▶ [What you have to do]: The answer must be the data, repeated exactly.

▶ [Data for this exercise]:
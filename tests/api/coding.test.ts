import { afterAll, beforeAll, describe, expect, it } from 'vitest'
import Papa from 'papaparse'
import { addMember, makeTeam, makeUser, TEST_PASSWORD, uniqueEmail } from '../support/factories.js'
import { approvedTranscript } from '../support/interviews.js'
import { openRecruitment } from '../support/recruitment.js'
import { Client, createTestContext, type TestContext } from '../support/test-app.js'

/**
 * Coding through the API: codebook, excerpts with UTF-16 offsets, each coder's own coding, optimistic
 * locking (reference/security.md test 94), merge and split, CSV import, memos, search and matrices.
 */
let ctx: TestContext
let team: Awaited<ReturnType<typeof makeTeam>>
let lead: Client
let coordinator: Client
let coder: Client
let coder2: Client
let transcriptId: string
let participantId: string
let text: string

// emoji (surrogate pairs, a ZWJ family, a flag), a combining mark with no precomposed form (n + U+0308), CJK
const SPOKEN = [
  'Interviewer: How was the first week at home?',
  'P: Honestly 😀 it was a relief, but the stairs were hard. Mum said the n\u0308 sign on the tin was the only thing she could read.',
  'Interviewer: And the family?',
  'P: The whole family 👩‍👩‍👧 came, even from 🇨🇦. 東京で暮らしている兄も電話をくれました。 Fatigue was the worst of it.',
].join('\n')

beforeAll(async () => {
  ctx = await createTestContext()
  team = await makeTeam(ctx.dataSource)
  lead = new Client(ctx.app)
  coordinator = new Client(ctx.app)
  coder = new Client(ctx.app)
  coder2 = new Client(ctx.app)
  const second = await makeUser(ctx.dataSource, { email: uniqueEmail('coder2'), name: 'Second Coder' })
  await addMember(ctx.dataSource, team.study, second, 'coder')
  await lead.signIn(team.users.lead.email, TEST_PASSWORD)
  await coordinator.signIn(team.users.coordinator.email, TEST_PASSWORD)
  await coder.signIn(team.users.coder.email, TEST_PASSWORD)
  await coder2.signIn(second.email, TEST_PASSWORD)
  await openRecruitment(lead, team.study.id)
  ;({ transcriptId, participantId } = await approvedTranscript(coordinator, lead, team.study.id, 'Una Coded', uniqueEmail('una'), SPOKEN))
  text = (await coder.get(`${base()}/transcripts/${transcriptId}`)).body.text
})
afterAll(() => ctx?.close())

▶ [Written response]:
filename tests/api/coding.test.ts
import { afterAll, beforeAll, describe, expect, it } from 'vitest'
import Papa from 'papaparse'
import { addMember, makeTeam, makeUser, TEST_PASSWORD, uniqueEmail } from '../support/factories.js'
import { approvedTranscript } from '../support/interviews.js'
import { openRecruitment } from '../support/recruitment.js'
import { Client, createTestContext, type TestContext } from '../support/test-app.js'

/**
 * Coding through the API: codebook, excerpts with UTF-16 offsets, each coder's own coding, optimistic
 * locking (reference/security.md test 94), merge and split, CSV import, memos, search and matrices.
 */
let ctx: TestContext
let team: Awaited<ReturnType<typeof makeTeam>>
let lead: Client
let coordinator: Client
let coder: Client
let coder2: Client
let transcriptId: string
let participantId: string
let text: string

// emoji (surrogate pairs, a ZWJ family, a flag), a combining mark with no precomposed form (n + U+0308), CJK
const SPOKEN = [
  'Interviewer: How was the first week at home?',
  'P: Honestly 😀 it was a relief, but the stairs were hard. Mum said the n\u0308 sign on the tin was the only thing she could read.',
  'Interviewer: And the family?',
  'P: The whole family 👩‍👩‍👧 came, even from 🇨🇦. 東京で暮らしている兄も電話をくれました。 Fatigue was the worst of it.',
].join('\n')

beforeAll(async () => {
  ctx = await createTestContext()
  team = await makeTeam(ctx.dataSource)
  lead = new Client(ctx.app)
  coordinator = new Client(ctx.app)
  coder = new Client(ctx.app)
  coder2 = new Client(ctx.app)
  const second = await makeUser(ctx.dataSource, { email: uniqueEmail('coder2'), name: 'Second Coder' })
  await addMember(ctx.dataSource, team.study, second, 'coder')
  await lead.signIn(team.users.lead.email, TEST_PASSWORD)
  await coordinator.signIn(team.users.coordinator.email, TEST_PASSWORD)
  await coder.signIn(team.users.coder.email, TEST_PASSWORD)
  await coder2.signIn(second.email, TEST_PASSWORD)
  await openRecruitment(lead, team.study.id)
  ;({ transcriptId, participantId } = await approvedTranscript(coordinator, lead, team.study.id, 'Una Coded', uniqueEmail('una'), SPOKEN))
  text = (await coder.get(`${base()}/transcripts/${transcriptId}`)).body.text
})
afterAll(() => ctx?.close())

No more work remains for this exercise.